Malgré tout, les intervenant·es ont souligné le rôle crucial de la solidarité internationale et des réseaux transfrontaliers pour faire circuler les récits, documenter les violences et bâtir des résistances collectives.

Clôture musicale festive
La deuxième journée du festival s’est terminée par un concert festif réunissant quatre artistes queer aux univers puissants. Igor Levchenko, musicien ukrainien et ex-prisonnier politique, a bouleversé le public avec ses ballades indie-pop marquées par l’exil. HRISTÏN a livré un set électro-pop poétique sur le désir et l’amour queer.
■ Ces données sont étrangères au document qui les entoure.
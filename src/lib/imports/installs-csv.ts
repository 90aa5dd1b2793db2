// Existing installs from a CSV file: one row per home and its cylinder. Parsing and per-row
// checks are pure; checks against what is already stored are in installs.server.ts.
import { parse } from 'csv-parse/sync';
import { z } from '@/lib/zod';
import type { ImportRow } from '../../db/queries/commissioning';
import { hasHeatPump, heatSourceKinds } from '../heat-sources';
import { SERIAL_PATTERN } from '../telemetry/wire';

export const installColumns = [
  'home_reference',
  'address',
  'town',
  'postcode',
  'occupants',
  'householder_name',
  'householder_email',
  'serial',
  'cylinder_model',
  'volume_l',
  'height_m',
  'sensor_count',
  'heat_source',
  'heat_pump_output_w',
  'immersion_w',
  'declared_loss_w',
  'target_c',
  'commissioned_on',
] as const;
type Column = (typeof installColumns)[number];
const optionalColumns: Column[] = [
  'householder_name',
  'householder_email',
  'heat_pump_output_w',
  'declared_loss_w',
  'target_c',
  'commissioned_on',
];

export const MAX_IMPORT_ROWS = 5000;
export const MAX_IMPORT_BYTES = 2 * 1024 * 1024;

/** The downloadable template: the header and one invented example row. */
export function installsTemplate(): string {
  const example = [
    'KV-9001',
    '14 Example Row',
    'Larkholt',
    'WM4 7QX',
    '3',
    'Sam Example',
    'sam@example.com',
    'C210-EX-0001',
    'C210 cylinder',
    '210',
    '1.60',
    '12',
    'hp_plate',
    '8000',
    '3000',
    '1.6',
    '60',
    '2024-05-14',
  ];
  return `${installColumns.join(',')}\n${example.join(',')}\n`;
}

const blank = (v: unknown) => (typeof v === 'string' && v.trim() === '' ? undefined : v);
const num = (column: string, min: number, max: number, int = false) => {
  let n = z.coerce.number({ error: `${column} must be a number.` });
  if (int) n = n.int(`${column} must be a whole number.`);
  return n.min(min, `${column} must be at least ${min}.`).max(max, `${column} must be at most ${max}.`);
};
const req = (column: string, max = 200) =>
  z.string().trim().min(1, `${column} is empty.`).max(max, `${column} is longer than ${max} characters.`);

const rowSchema = z
  .object({
    home_reference: req('home_reference', 40),
    address: req('address'),
    town: req('town', 80),
    postcode: req('postcode', 12),
    occupants: num('occupants', 1, 20, true),
    householder_name: z.preprocess(blank, z.string().max(120).optional()),
    householder_email: z.preprocess(
      blank,
      z.string().trim().toLowerCase().email('householder_email is not an e-mail address.').optional(),
    ),
    serial: z
      .string()
      .trim()
      .regex(
        SERIAL_PATTERN,
        'serial must be letters, digits, dots, dashes or underscores (at most 64), starting with a letter or digit.',
      ),
    cylinder_model: req('cylinder_model', 80),
    volume_l: num('volume_l', 30, 2000, true),
    height_m: num('height_m', 0.3, 4),
    sensor_count: num('sensor_count', 1, 64, true),
    heat_source: z.enum(heatSourceKinds, { error: `heat_source must be one of ${heatSourceKinds.join(', ')}.` }),
    heat_pump_output_w: z.preprocess(blank, num('heat_pump_output_w', 0, 50000, true).optional()),
    immersion_w: num('immersion_w', 0, 12000, true),
    declared_loss_w: z.preprocess(blank, num('declared_loss_w', 0, 500).optional()),
    target_c: z.preprocess(blank, num('target_c', 40, 75).optional()),
    commissioned_on: z.preprocess(
      blank,
      z
        .string()
        .regex(/^\d{4}-\d{2}-\d{2}$/, 'commissioned_on must be a date written YYYY-MM-DD.')
        .refine(
          (d) => !Number.isNaN(Date.parse(`${d}T00:00:00Z`)) && new Date(`${d}T00:00:00Z`).toISOString().startsWith(d),
          'commissioned_on is not a real date.',
        )
        .refine((d) => Date.parse(`${d}T00:00:00Z`) <= Date.now(), 'commissioned_on cannot be in the future.')
        .optional(),
    ),
  })
  .superRefine((r, ctx) => {
    if (hasHeatPump(r.heat_source) && !r.heat_pump_output_w) {
      ctx.addIssue({
        code: 'custom',
        path: ['heat_pump_output_w'],
        message: 'heat_pump_output_w is needed when the heat source is a heat pump.',
      });
    }
  });

export interface RowError {
  row: number;
  field: string;
  message: string;
}
export interface ParsedInstalls {
  rows: { line: number; value: ImportRow }[];
  errors: RowError[];
  total: number;
}

/** Parses and checks every row; the file imports only when `errors` is empty. */
export function parseInstalls(text: string): ParsedInstalls {
  let records: { record: Record<string, string>; info: { lines: number } }[];
  try {
    records = parse(text, {
      columns: (h: string[]) => h.map((c) => c.trim().toLowerCase()),
      skip_empty_lines: true,
      trim: true,
      bom: true,
      relax_column_count: true,
      info: true,
    });
  } catch (err) {
    const line = (err as { lines?: number }).lines;
    return {
      rows: [],
      total: 0,
      errors: [
        {
          row: line ?? 0,
          field: '(file)',
          message: `The file is not valid CSV${line ? ` near line ${line}` : ''}: ${(err as Error).message}`,
        },
      ],
    };
  }
  const header = text
    .replace(/^\uFEFF/, '')
    .split(/\r?\n/, 1)[0]
    .split(',')
    .map((c) => c.trim().toLowerCase().replace(/^"|"$/g, ''));
  const missing = installColumns.filter((c) => !optionalColumns.includes(c) && !header.includes(c));
  if (missing.length)
    return {
      rows: [],
      total: records.length,
      errors: [
        { row: 1, field: '(header)', message: `The header lacks ${missing.join(', ')}. Start from the template.` },
      ],
    };
  if (records.length === 0)
    return {
      rows: [],
      total: 0,
      errors: [{ row: 0, field: '(file)', message: 'The file has no rows under its header.' }],
    };
  if (records.length > MAX_IMPORT_ROWS)
    return {
      rows: [],
      total: records.length,
      errors: [
        {
          row: 0,
          field: '(file)',
          message: `The file has ${records.length} rows; import at most ${MAX_IMPORT_ROWS} at a time.`,
        },
      ],
    };

  const errors: RowError[] = [];
  const rows: ParsedInstalls['rows'] = [];
  const seenSerial = new Map<string, number>();
  const seenRef = new Map<string, number>();
  for (const { record, info } of records) {
    const line = info.lines;
    const r = rowSchema.safeParse(record);
    if (!r.success) {
      for (const i of r.error.issues)
        errors.push({ row: line, field: String(i.path[0] ?? '(row)'), message: i.message });
      continue;
    }
    const v = r.data;
    const serialKey = v.serial.toLowerCase();
    if (seenSerial.has(serialKey))
      errors.push({
        row: line,
        field: 'serial',
        message: `serial ${v.serial} is also on line ${seenSerial.get(serialKey)}.`,
      });
    else seenSerial.set(serialKey, line);
    if (seenRef.has(v.home_reference))
      errors.push({
        row: line,
        field: 'home_reference',
        message: `home_reference ${v.home_reference} is also on line ${seenRef.get(v.home_reference)}.`,
      });
    else seenRef.set(v.home_reference, line);
    rows.push({
      line,
      value: {
        home: {
          reference: v.home_reference,
          addressLine: v.address,
          town: v.town,
          postcode: v.postcode,
          occupants: v.occupants,
          contactName: v.householder_name ?? null,
          contactEmail: v.householder_email ?? null,
        },
        tank: {
          serial: v.serial,
          model: v.cylinder_model,
          volumeL: v.volume_l,
          heightM: v.height_m,
          sensorCount: v.sensor_count,
          heatSource: v.heat_source,
          hpOutputW: v.heat_pump_output_w ?? 0,
          immersionW: v.immersion_w,
          declaredLossW: v.declared_loss_w ?? null,
          targetC: v.target_c ?? 60,
          commissionedAt: v.commissioned_on ? new Date(`${v.commissioned_on}T12:00:00Z`) : null,
        },
      },
    });
  }
  return { rows, errors, total: records.length };
}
Kamilla Crazy White a enflammé la scène avec une performance drag satirique et glamour, avant que Miss Tizzy ne clôture la soirée dans une ambiance radicale mêlant horreur et burlesque.




27 juin – Exil et reconstruction : une clôture engagée à l’Hôtel de Ville.
La dernière journée du Queer Festival Russe s’est déroulée à l’Auditorium de l’Hôtel de Ville de Paris, consacrée aux récits d’exil, de reconstruction et de solidarité.
La matinée a débuté avec une sélection de courts-métrages, dont celui de Lüba, artiste et activiste, qui a présenté un film autobiographique émouvant. À travers une narration intime, elle y évoque la vulnérabilité queer, la peur, mais aussi la douceur, la solidarité invisible et la force de l’amour dans le contexte de l’exil.
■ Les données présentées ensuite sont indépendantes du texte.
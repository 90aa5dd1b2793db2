// The staff inbox in Debian's Chromium: alerts raised by the rules on an accelerated fleet are
// listed most severe first with their evidence, filtered by kind, and acknowledged in bulk.
import { afterAll, beforeAll, describe, expect, it } from 'vitest';
import type { Browser } from 'playwright-core';
import { launchBrowser, baseUrl, screenshot, waitForIslands } from '../../support/browser';
import { signIn } from '../../support/session';
import { query } from '../../support/db';
import { signedInContext } from '../views/helpers';
import {
  AcceleratedFleet,
  HOUR,
  addTank,
  createCompany,
  dropCompany,
  openKinds,
  startDaysAgo,
  type AlertCompany,
  type SimTankRow,
} from '../../integration/alerts/harness';

let browser: Browser;
let company: AlertCompany;
let tanks: SimTankRow[];

beforeAll(async () => {
  company = await createCompany();
  tanks = [
    await addTank(company, 18, ['sensor_open']),
    await addTank(company, 27, ['short_cycle']),
    await addTank(company, 3, ['sensors_swapped']),
    await addTank(company, 15),
  ];
  const start = startDaysAgo(12);
  const fleet = new AcceleratedFleet(company, tanks, start);
  await fleet.run(
    start + 12 * HOUR,
    async () => (await openKinds(tanks[1]!.id)).length > 0 && (await openKinds(tanks[2]!.id)).length > 0,
  );
  browser = await launchBrowser();
}, 180_000);
afterAll(async () => {
  await browser?.close();
  await dropCompany(company);
}, 60_000);

describe('the alert inbox', () => {
  it('lists open alerts with their evidence, filters by kind and acknowledges in bulk', async () => {
    const cookie = await signIn(baseUrl(), company.operator.email, 'alerts-test-password');
    const context = await signedInContext(browser, cookie);
    const page = await context.newPage();
    await page.goto(`${baseUrl()}/alerts`);
    await waitForIslands(page);
    const list = page.getByRole('list', { name: 'Alerts' });
    await list.waitFor();
    await expect.poll(() => list.getByRole('listitem').count()).toBe(3);
    expect(await page.getByRole('link', { name: 'Alerts' }).getAttribute('aria-current')).toBe('page');
    await expect.poll(() => page.getByText(/Sensor 3 \(from the bottom\) gives no reading/).count()).toBe(1);
    expect(await page.getByRole('link', { name: tanks[0]!.serial }).getAttribute('href')).toMatch(
      new RegExp(`^/tanks/${tanks[0]!.id}\\?from=`),
    );
    await screenshot(page, 'alerts-inbox');

    await page.getByLabel('Kind').selectOption('sensor_fault');
    await expect.poll(() => list.getByRole('listitem').count()).toBe(2);
    expect(page.url()).toContain('kind=sensor_fault');
    await page.getByLabel('Select all open on this page').check();
    await page.getByLabel('Note (optional)').fill('Engineer visit booked');
    await page.getByRole('button', { name: /Acknowledge 2/ }).click();
    await expect
      .poll(
        async () =>
          (
            await query<{ n: number }>(
              `select count(*)::int as n from alerts where company_id = $1 and state = 'acknowledged' and note = 'Engineer visit booked'`,
              [company.id],
            )
          )[0]!.n,
      )
      .toBe(2);
    await expect.poll(() => page.getByText('Acknowledged by Test operator', { exact: false }).count()).toBe(2);
    await screenshot(page, 'alerts-inbox-acknowledged');
    const [{ n }] = await query<{ n: number }>(
      `select count(*)::int as n from alerts where company_id = $1 and kind = 'short_cycling' and state = 'open'`,
      [company.id],
    );
    expect(n).toBe(1);
    await context.close();
  }, 90_000);

  it('shows an admin the thresholds with their defaults and sources, and names a bad field', async () => {
    const [adminUser] = await query<{ id: string }>(`select id from "user" where id = $1`, [company.operator.id]);
    await query(`update memberships set role = 'admin' where user_id = $1 and company_id = $2`, [
      adminUser!.id,
      company.id,
    ]);
    const cookie = await signIn(baseUrl(), company.operator.email, 'alerts-test-password');
    const context = await signedInContext(browser, cookie);
    const page = await context.newPage();
    await page.goto(`${baseUrl()}/admin/alert-settings`);
    await waitForIslands(page);
    await expect.poll(() => page.getByText(/HSE HSG274 Part 2 \(2014\)/).count()).toBeGreaterThan(0);
    await page.getByLabel('Shortest gap between compressor starts (min)').fill('2');
    await page.getByRole('button', { name: 'Save thresholds' }).click();
    await expect.poll(() => page.getByText(/must be at least 5 minutes/).count()).toBe(1);
    await page.getByLabel('Shortest gap between compressor starts (min)').fill('45');
    await page.getByRole('button', { name: 'Save thresholds' }).click();
    await expect.poll(() => page.getByText(/Saved\./).count()).toBe(1);
    const [t] = await query<{ settings: any }>(`select settings from alert_thresholds where company_id = $1`, [
      company.id,
    ]);
    expect(t!.settings.shortCycleMinGapMin).toBe(45);
    await screenshot(page, 'alerts-thresholds');
    await context.close();
  }, 60_000);
});
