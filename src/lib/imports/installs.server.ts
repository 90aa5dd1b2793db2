// Bulk import of existing installs: preview (every problem, nothing stored) and import (all rows
// in one transaction, or none).
import { existingKeys, importInstalls } from '../../db/queries/commissioning';
import { HttpError } from '../server/authz';
import type { Viewer } from '../server/viewer';
import { MAX_IMPORT_BYTES, parseInstalls, type RowError } from './installs-csv';

export interface ImportPreview {
  total: number;
  valid: number;
  errors: RowError[];
}

/** Reads an uploaded CSV body (text/csv, or a multipart form with a `file` field). */
export async function csvFromRequest(request: Request): Promise<string> {
  const declared = Number(request.headers.get('content-length') ?? 'NaN');
  const tooLarge = () =>
    new HttpError(
      413,
      'FileTooLarge',
      `The file is larger than ${MAX_IMPORT_BYTES / 1024 / 1024} MB; split it into smaller files.`,
      [{ field: 'file', message: 'Too large.' }],
    );
  if (Number.isFinite(declared) && declared > MAX_IMPORT_BYTES + 64 * 1024) throw tooLarge();
  const type = request.headers.get('content-type') ?? '';
  let text: string;
  if (type.startsWith('multipart/form-data')) {
    const file = (await request.formData()).get('file');
    if (!(file instanceof File))
      throw new HttpError(400, 'FileRequired', 'Choose the CSV file to import.', [
        { field: 'file', message: 'No file chosen.' },
      ]);
    text = await file.text();
  } else {
    text = await request.text();
  }
  if (text.length > MAX_IMPORT_BYTES) throw tooLarge();
  if (!text.trim())
    throw new HttpError(400, 'FileRequired', 'The file is empty. Start from the template.', [
      { field: 'file', message: 'Empty.' },
    ]);
  return text;
}

async function check(viewer: Viewer, text: string) {
  const parsed = parseInstalls(text);
  const existing = await existingKeys(
    viewer.companyId,
    parsed.rows.map((r) => r.value.tank.serial),
    parsed.rows.map((r) => r.value.home.reference),
  );
  const errors = [...parsed.errors];
  for (const r of parsed.rows) {
    if (existing.serials.has(r.value.tank.serial.toLowerCase()))
      errors.push({ row: r.line, field: 'serial', message: `serial ${r.value.tank.serial} is already registered.` });
    if (existing.references.has(r.value.home.reference))
      errors.push({
        row: r.line,
        field: 'home_reference',
        message: `home_reference ${r.value.home.reference} is already one of your homes.`,
      });
  }
  errors.sort((a, b) => a.row - b.row);
  const bad = new Set(errors.map((e) => e.row));
  return { parsed, errors, valid: parsed.rows.filter((r) => !bad.has(r.line)).length };
}

export async function previewInstalls(viewer: Viewer, text: string): Promise<ImportPreview> {
  const { parsed, errors, valid } = await check(viewer, text);
  return { total: parsed.total, valid, errors };
}

/** Imports every row, or none when any row has a problem (422 listing each). */
export async function commitInstalls(viewer: Viewer, text: string): Promise<{ imported: number }> {
  const { parsed, errors } = await check(viewer, text);
  if (errors.length) {
    throw new HttpError(
      422,
      'ImportHasErrors',
      `Nothing was imported: ${new Set(errors.map((e) => e.row)).size} of ${parsed.total} rows have problems. Fix them and import the whole file again.`,
      errors.map((e) => ({ field: `row ${e.row}: ${e.field}`, message: e.message })),
    );
  }
  try {
    const r = await importInstalls(
      viewer.companyId,
      parsed.rows.map((x) => x.value),
      viewer.userId,
    );
    return { imported: r.tanks };
  } catch (err) {
    // A serial or reference taken between the check and the insert: the transaction stored nothing.
    if ((err as { code?: string }).code === '23505' || (err as { cause?: { code?: string } }).cause?.code === '23505') {
      throw new HttpError(
        409,
        'ImportConflict',
        'Nothing was imported: a serial or home reference in the file was registered meanwhile. Preview the file again to see which.',
      );
    }
    throw err;
  }
}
Un moment fort de la journée : la prise de parole de Mikhail Lobanov, figure de l’opposition de gauche russe, universitaire et militant. Sa solidarité avec les activistes queer, qu’ils soient en Russie ou en exil, a été saluée avec émotion.
Table ronde: “La vie en exil.”
La table ronde forte et incarnée. Animée par Olga Kokorina (Russie-Libertés / Espace Libertés), la discussion a réuni Polya, artiste queer et décoloniale d’origine bouriate et tchouvache installée en Pologne, Sasha Kazantceva, éducatrice LGBTQ+ et activiste, et Anatoly Fedorov, chimiste exilé accueilli en France.
Les intervenant·es ont partagé leurs expériences de la migration forcée : perte de repères, reconstruction, accès aux droits, recherche de sécurité. Pour Polya, l’exil est aussi une déconnexion violente d’un territoire colonisé, qui oblige à repenser l’identité et la transmission. Sasha a parlé des réseaux de solidarité queer à distance, comme formes de soin. Anatoly a évoqué les difficultés à se reconstruire dans des institutions où les réalités LGBTQIA+ sont souvent invisibilisées.
Tous·tes ont insisté sur la nécessité de préserver un espace intérieur à soi, de se soutenir mutuellement, et de transmettre aux générations futures les récits de résistance.
La discussion a été suivie d’une séquence de prises de parole officielles, introduite par un message vidéo de Jean-Luc Romero-Michel, adjoint à la Maire de Paris, envoyé depuis Budapest. Jean-Marc Berthon, Ambassadeur pour les droits LGBTQIA+, a rappelé l’engagement de la France en faveur des personnes persécutées. Benoît Cascade, directeur de la Fondation Le Refuge, a souligné l’importance d’un accueil spécifique pour les personnes LGBTQ+ exilées. Jérôme Gleizes, élu parisien écologiste, a conclu par un message politique fort, réaffirmant l’importance d’un engagement à long terme pour l’égalité.
Soutien à l’exil queer : quatre initiatives engagées
Lors de la clôture du festival, quatre initiatives ont présenté leur soutien aux personnes LGBTQIA+ exilées, notamment venues de Russie.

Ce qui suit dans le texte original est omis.